UTF-8 Chinese interception function
In PHP, use the substr () function is the interception with a Chinese string, it may be garbled, because Western culture the number of bytes occupied by a single word is not the same, substr length parameter is counted according to the byte . In GB2312 encoding, a Chinese account for 2 bytes, English as a byte, and in the UTF-8 encoding of them, a Chinese may occupy two or three bytes, or half-width punctuation in English, 1 byte.
To address this problem, I found a lot of information, ultimately to find such a passage:
UTF-8 encoded characters may be from 1 to 3 bytes, the specific number can be judged by the first byte. (Theoretically may take longer, but this assumes no more than 3 bytes)
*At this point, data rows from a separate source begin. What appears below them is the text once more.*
"""The Nernst page: a couple at real temperature and ion concentrations.

The equations and their sign convention are in :mod:`noblegap.methods.nernst`.
"""

from __future__ import annotations

import math

from .. import units
from ..errors import InputError, InputErrors, NoblegapError
from ..materials import data
from ..materials.potentials import half_reaction, metal_ids
from ..methods.nernst import (ACTIVITY_DAVIES, ACTIVITY_IDEAL, C_STANDARD_MOL_M3,
                              CODATA_CITE_ROW, COEFFICIENT_OFF, COEFFICIENT_ON,
                              DAVIES_CITE_ROW, DAVIES_LIMIT_MOL_L, T25_K,
                              cell, davies_A, davies_A_sources, davies_gamma, ion_charge, nernst_slope,
                              parse_concentration, reversal, thermal_voltage)
from ..methods.nernst import read_concentration
from ..report import Report
from ..schema import CHOICE, QUANTITY, TEXT, Calculator, Field
from ..svg import TEXT, Svg, drawings, nice_ticks, scale, text_width
from .fields import temperature_field


def _fmt_conc(c_mol_L):
    return units.fmt(c_mol_L, "mol/L", 3)


def _pow10(x):
    return 10 ** x if abs(x) <= 300 else None


def _fmt_pow10(x):
    if abs(x) < 4:
        return units.fmt(10 ** x, "", 3)
    return f"10^{x:.2f}".replace("-", "\u2212")


def compute_nernst(metal_a, metal_b, conc_a, conc_b, temperature=T25_K,
                   activity=ACTIVITY_IDEAL, ionic_strength=None,
                   temperature_coefficient=COEFFICIENT_ON):
    """Nernst-corrected cell ``metal_a | ion_a || ion_b | metal_b``.

    ``conc_a``/``conc_b`` are raw text (see :func:`parse_concentration`);
    ``temperature`` [K]; ``ionic_strength`` [mol/m³] or None.
    """
    T_K = temperature
    ra, rb = half_reaction(metal_a, "metal_a"), half_reaction(metal_b, "metal_b")
    errors, parsed = [], {}
    for key, row, raw in (("conc_a", ra, conc_a), ("conc_b", rb, conc_b)):
        try:
            parsed[key] = parse_concentration(raw, row.get("ion_molar_mass_g_mol"),
                                              field=key, ion=row["ion"])
        except NoblegapError as exc:
            errors.append(exc)
    I_mol_L = None if ionic_strength is None else ionic_strength / C_STANDARD_MOL_M3
    if activity == ACTIVITY_DAVIES and I_mol_L is None:
        errors.append(InputError("The Davies activity model needs the ionic strength of "
                                 "the water.", field="ionic_strength", value="",
                                 allowed="≥ 0 mol/L, e.g. 0.01 mol/L for fresh water"))
    if errors:
        raise InputErrors(errors)
    (c_a, basis_a), (c_b, basis_b) = parsed["conc_a"], parsed["conc_b"]
    use_coef = temperature_coefficient == COEFFICIENT_ON
    z_a, z_b = ion_charge(ra["ion"]), ion_charge(rb["ion"])
    if activity == ACTIVITY_DAVIES:
        A_T = davies_A(T_K)
        g_a, g_b = davies_gamma(z_a, I_mol_L, A_T), davies_gamma(z_b, I_mol_L, A_T)
    else:
        g_a = g_b = 1.0
    res = cell(ra, rb, c_a, c_b, T_K, g_a, g_b, use_coef)
    E_cell, E0_cell = res["E_cell_V"], res["E0_cell_V"]
    same = ra["id"] == rb["id"]

    # Who corrodes, now and at unit activity (same temperature, same E° choice).
    if abs(E_cell) < 1e-12:
        anode = cathode = None
    else:
        anode, cathode = (ra["id"], rb["id"]) if E_cell > 0 else (rb["id"], ra["id"])
    if same or E0_cell == 0:
        std_anode = std_cathode = None
    else:
        std_anode, std_cathode = ((ra["id"], rb["id"]) if E0_cell > 0
                                  else (rb["id"], ra["id"]))
    is_reversed = std_anode is not None and anode is not None and anode != std_anode

    x_rev, log10_cb_rev = reversal(res["E_a_V_SHE"], res["E0_b_V_SHE"], rb["n"],
                                   res["nu_b"], g_b, c_a, T_K)
    x_user = math.log10(c_b / c_a)
    one_ion_per_litre = 1.0 / units.convert(1.0, "avogadro_constant", "1/mol")
    if log10_cb_rev < math.log10(one_ion_per_litre):
        feasible, why = False, "less than one ion per litre"
    elif log10_cb_rev > 1.0:
        feasible, why = False, "more than 10 mol/L, far beyond dilute water"
    else:
        feasible, why = True, ""
    in_chart = abs(x_rev - x_user) <= 6.0

    ln_Q = res["ln_Q"]
    log10_Q = ln_Q / math.log(10)
    Q = math.exp(ln_Q) if abs(ln_Q) < 700 else None
    slope = nernst_slope(T_K)
    tC = T_K - 273.15
    off_25 = abs(T_K - T25_K) > 0.05
    missing = [r["id"] for r, used in ((ra, res["coef_a"]), (rb, res["coef_b"]))
               if not used and off_25 and use_coef]
    missing = list(dict.fromkeys(missing))

    rep = Report()
    name = {ra["id"]: ra["metal"], rb["id"]: rb["metal"]}
    cell_text = f"{ra['metal']} | {ra['ion']} || {rb['ion']} | {rb['metal']}"
    if anode is None:
        rep.headline(f"{cell_text}: E_cell = 0 V — no driving force at these "
                     "concentrations.")
        finding = "Balanced: the two half-cells sit at the same potential."
    else:
        rep.headline(f"{name[anode]} is the anode and corrodes: E_cell = "
                     f"{units.fmt(E_cell, 'V', 4)} for {cell_text} at "
                     f"{units.fmt(tC, '°C', 3)}.")
        rep.summary(f"E_cell = {units.fmt(E_cell, 'V', 4)}; {name[anode]} corrodes")
        # A finding about the cell, not a verdict on a joint: the verdict
        # vocabulary (verdicts.py) judges joints on the joint pages.
        if same:
            finding = (f"Concentration cell: the {ra['metal'].lower()} in the more dilute "
                       "solution corrodes.")
        elif is_reversed:
            finding = ""
            rep.warn(f"Order reversed: the concentrations make {name[anode]} the anode, "
                     "unlike the standard series.")
        else:
            finding = (f"Same order as the standard series: {name[anode]} is the anode "
                       "here as at unit activity.")
    rep.para(_plain_words(ra, rb, res, anode, std_anode, is_reversed, same, c_a, c_b,
                          x_rev, log10_cb_rev, feasible, why, T_K))
    if finding:
        rep.para(finding)
    rep.para("The equation assumes each metal is in contact with a solution of its own "
             "ions. On a real structure in natural water the cathode reaction is usually "
             "oxygen reduction, not metal deposition, and films and alloying shift the "
             "potentials; use this page to see how far ion concentrations and temperature "
             "move the standard series, not as a service potential.")

    rep.row("E_cell (as written, b − a)", units.fmt(E_cell, "V", 4),
            "computed: E_cell = E_b − E_a = E°cell − (RT/nF)·ln Q", key="E_cell_V")
    rep.row("E°cell at this temperature", units.fmt(E0_cell, "V", 4),
            "computed: E°cell = E°_b(T) − E°_a(T)", key="E0_cell_V")
    for tag, row, E, E0, used in (("a", ra, res["E_a_V_SHE"], res["E0_a_V_SHE"],
                                   res["coef_a"]),
                                  ("b", rb, res["E_b_V_SHE"], res["E0_b_V_SHE"],
                                   res["coef_b"])):
        rep.row(f"E_{tag}: {row['reaction']}, corrected", units.fmt(E, "V vs SHE", 4),
                "computed: E = E° − (RT/nF)·ln(1/a^ν)", key=f"E_{tag}_V_SHE")
        rep.row(f"E° {row['reaction']} (25 °C)", units.fmt(row["E0_V_SHE"], "V vs SHE", 4),
                data.cite(row))
        if used and row.get("dE0dT_mV_per_K") is not None:
            rep.row(f"dE°/dT {row['ion']}/{row['metal']}",
                    f"{row['dE0dT_mV_per_K']:+g} mV/K", data.cite(row, "dEdT_"))
    rep.row("Electrons in the balanced reaction, n", str(res["n"]),
            "computed: n = lcm(n_a, n_b)", key="n")
    rep.row("Reaction quotient Q", _fmt_pow10(log10_Q),
            f"computed: Q = a_a^{res['p_a']} / a_b^{res['p_b']}", key="Q")
    rep.row("Reversal ratio c_b/c_a (c_a fixed)", _fmt_pow10(x_rev),
            "computed in closed form: E_b(c_b) = E_a", key="reversal_ratio")
    rep.row("ln(10)·RT/F at this temperature", units.fmt(slope * 1e3, "mV", 5),
            data.cite(CODATA_CITE_ROW))

    rep.table("Half-cells", ["", "a (left, anode as written)", "b (right, cathode as written)"],
              [["Ion", ra["ion"], rb["ion"]],
               ["Concentration", _fmt_conc(c_a), _fmt_conc(c_b)],
               ["Entered as", f"{conc_a} ({basis_a})", f"{conc_b} ({basis_b})"],
               ["Activity coefficient γ", units.fmt(g_a, "", 4), units.fmt(g_b, "", 4)],
               ["Activity a", units.fmt(res["a_a"], "", 4), units.fmt(res["a_b"], "", 4)],
               ["E°(T) V vs SHE", units.fmt(res["E0_a_V_SHE"], "", 4),
                units.fmt(res["E0_b_V_SHE"], "", 4)],
               ["Temperature coefficient used", "yes" if res["coef_a"] else "no",
                "yes" if res["coef_b"] else "no"],
               ["E corrected, V vs SHE", units.fmt(res["E_a_V_SHE"], "", 4),
                units.fmt(res["E_b_V_SHE"], "", 4)]],
              note=("Balanced reaction: "
                    f"{_balanced_text(ra, rb, res)}."), key="half_cells")

    svg, alt = _chart(ra, rb, res, c_a, T_K, x_user, x_rev, in_chart)
    rep.chart("Cell potential against the concentration ratio", svg, alt)

    if basis_a != "molar" or basis_b != "molar":
        rep.note("Assumed for dilute water: density 1 kg/L, so mol/kg ≈ mol/L and ppm by "
                 "mass ≈ mg/kg ≈ mg/L; mass units are converted with the ion's molar mass.")
    if activity == ACTIVITY_DAVIES:
        rep.row("Activity model", f"Davies, I = {units.fmt(I_mol_L, 'mol/L', 3)}",
                data.cite(DAVIES_CITE_ROW))
        if I_mol_L > DAVIES_LIMIT_MOL_L:
            rep.warn(f"Ionic strength {units.fmt(I_mol_L, 'mol/L', 3)} is above the Davies "
                     f"equation's validity limit of about {DAVIES_LIMIT_MOL_L} mol/L: the "
                     "activity coefficients, and so the result, are rough.")
        A_T = davies_A(T_K)
        rep.row(f"Davies constant A at {units.fmt(tC, '°C', 3)}", f"{A_T:.4f}",
                {"source_id": "llnl_thermo", "confidence": "published",
                 "text": "computed: A = 0.509 · A(T)/A(25 °C), A(T) interpolated in "
                         "the Debye–Hückel table — " +
                         "; ".join(c["text"] for c in davies_A_sources(T_K))})
    else:
        if ionic_strength is not None:
            rep.note("Ideal activities (γ = 1): the ionic strength entered is not used.")
        if max(c_a, c_b) > 0.1:
            rep.warn("Above about 0.1 mol/L, activities differ noticeably from "
                     "concentrations; choose the Davies model with the ionic strength.")
    if missing:
        rep.warn("No published temperature coefficient for " +
                 " and ".join(f"{name[m]} ({m})" for m in missing) +
                 ": its 25 °C standard potential is used at "
                 f"{units.fmt(tC, '°C', 3)}.")
    if not use_coef and off_25:
        rep.note("Temperature coefficients switched off: every E° is its 25 °C value; "
                 "only the RT/nF term follows the temperature.")
    for row, used in ((ra, res["coef_a"]), (rb, res["coef_b"])):
        if used and row.get("dEdT_confidence") == "from-memory":
            rep.warn(f"The temperature coefficient for {row['metal']} is from memory, not "
                     "confirmed against a published source.")
    if ra["id"] == "H2" or rb["id"] == "H2":
        rep.note("The hydrogen half-cell assumes H₂ at 1 atm.")

    sources = {"metal_a": data.cite(ra), "metal_b": data.cite(rb),
               "constants": data.cite(CODATA_CITE_ROW)}
    for tag, row, used in (("a", ra, res["coef_a"]), ("b", rb, res["coef_b"])):
        if used and row.get("dEdT_source_id"):
            sources[f"dEdT_{tag}"] = data.cite(row, "dEdT_")
    if activity == ACTIVITY_DAVIES:
        sources["activity"] = data.cite(DAVIES_CITE_ROW)

    return {
        "cell": f"{ra['id']} | {ra['ion']} || {rb['ion']} | {rb['id']}",
        "E_cell_V": E_cell,
        "E_a_V_SHE": res["E_a_V_SHE"], "E_b_V_SHE": res["E_b_V_SHE"],
        "E0_a_V_SHE": res["E0_a_V_SHE"], "E0_b_V_SHE": res["E0_b_V_SHE"],
        "E0_cell_V": E0_cell,
        "n": res["n"], "Q": Q, "log10_Q": log10_Q,
        "Q_exponents": {"a": res["p_a"], "b": res["p_b"]},
        "anode": anode, "cathode": cathode,
        "standard_anode": std_anode, "standard_cathode": std_cathode,
        "reversed": is_reversed,
        "reversal_ratio": _pow10(x_rev),
        "reversal_log10_ratio": x_rev,
        "reversal_ratio_definition": "conc_b/conc_a (mol/L) at which E_cell = 0, conc_a fixed",
        "reversal_conc_b_mol_L": _pow10(log10_cb_rev),
        "reversal_feasible": feasible,
        "reversal_in_chart": in_chart,
        "log10_ratio": x_user,
        "conc_a_mol_L": c_a, "conc_b_mol_L": c_b,
        "gamma_a": g_a, "gamma_b": g_b,
        "activity_a": res["a_a"], "activity_b": res["a_b"],
        "activity_model": activity,
        "ionic_strength_mol_L": I_mol_L,
        "davies_limit_exceeded": bool(activity == ACTIVITY_DAVIES and
                                      I_mol_L > DAVIES_LIMIT_MOL_L),
        "temperature_K": T_K,
        "nernst_slope_V_per_decade": slope,
        "temperature_coefficient_used": {"metal_a": res["coef_a"], "metal_b": res["coef_b"]},
        "missing_temperature_coefficient": missing,
        "sources": sources,
        "display": rep.to_dict(),
    }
The first byte greater than 224, it and its after along with the formation of a 2-byte UTF-8 characters
The first byte greater than 192 less than 224, it and it's one byte after the formation of a UTF-8 characters
Otherwise, the first byte is itself a Chinese character (including numbers, and a small part of the punctuation marks).
OK, know about the principle, to solve the more relaxed, and then wrote the following function is used to UTF-8 characters in interception:
PHP Code
1. / / String intercept, only UTF-8
2. Function cut_str ($ str, $ len) (
3. If (strlen ($ str) <= $ len) return $ str;
4. $ N = 0;
5. $ Tempstr ='';
6. For ($ i = 0; $ i <$ len; $ i + +) (
7. If (ord (substr ($ str, $ n, 1))> 224) (
8. $ Tempstr .= substr ($ str, $ n, 3);
9. $ N + = 3;
10. $ I + +; / / to a Chinese calculated according to the length of the two English
11.) Elseif (ord (substr ($ str, $ n, 1))> 192) (
12. $ Tempstr .= substr ($ str, $ n, 2);
13. $ N + = 2;
14. $ I + +; / / to a Chinese calculated according to the length of the two English
15.) Else (
16. $ Tempstr .= substr ($ str, $ n, 1);
17. $ N + +;
18.)
19.)
20. Return $ tempstr .'...';
21.)
PHP also has built-in function can be used for different encoded string interception, such as mb_substr (), but to open the corresponding php.ini extension.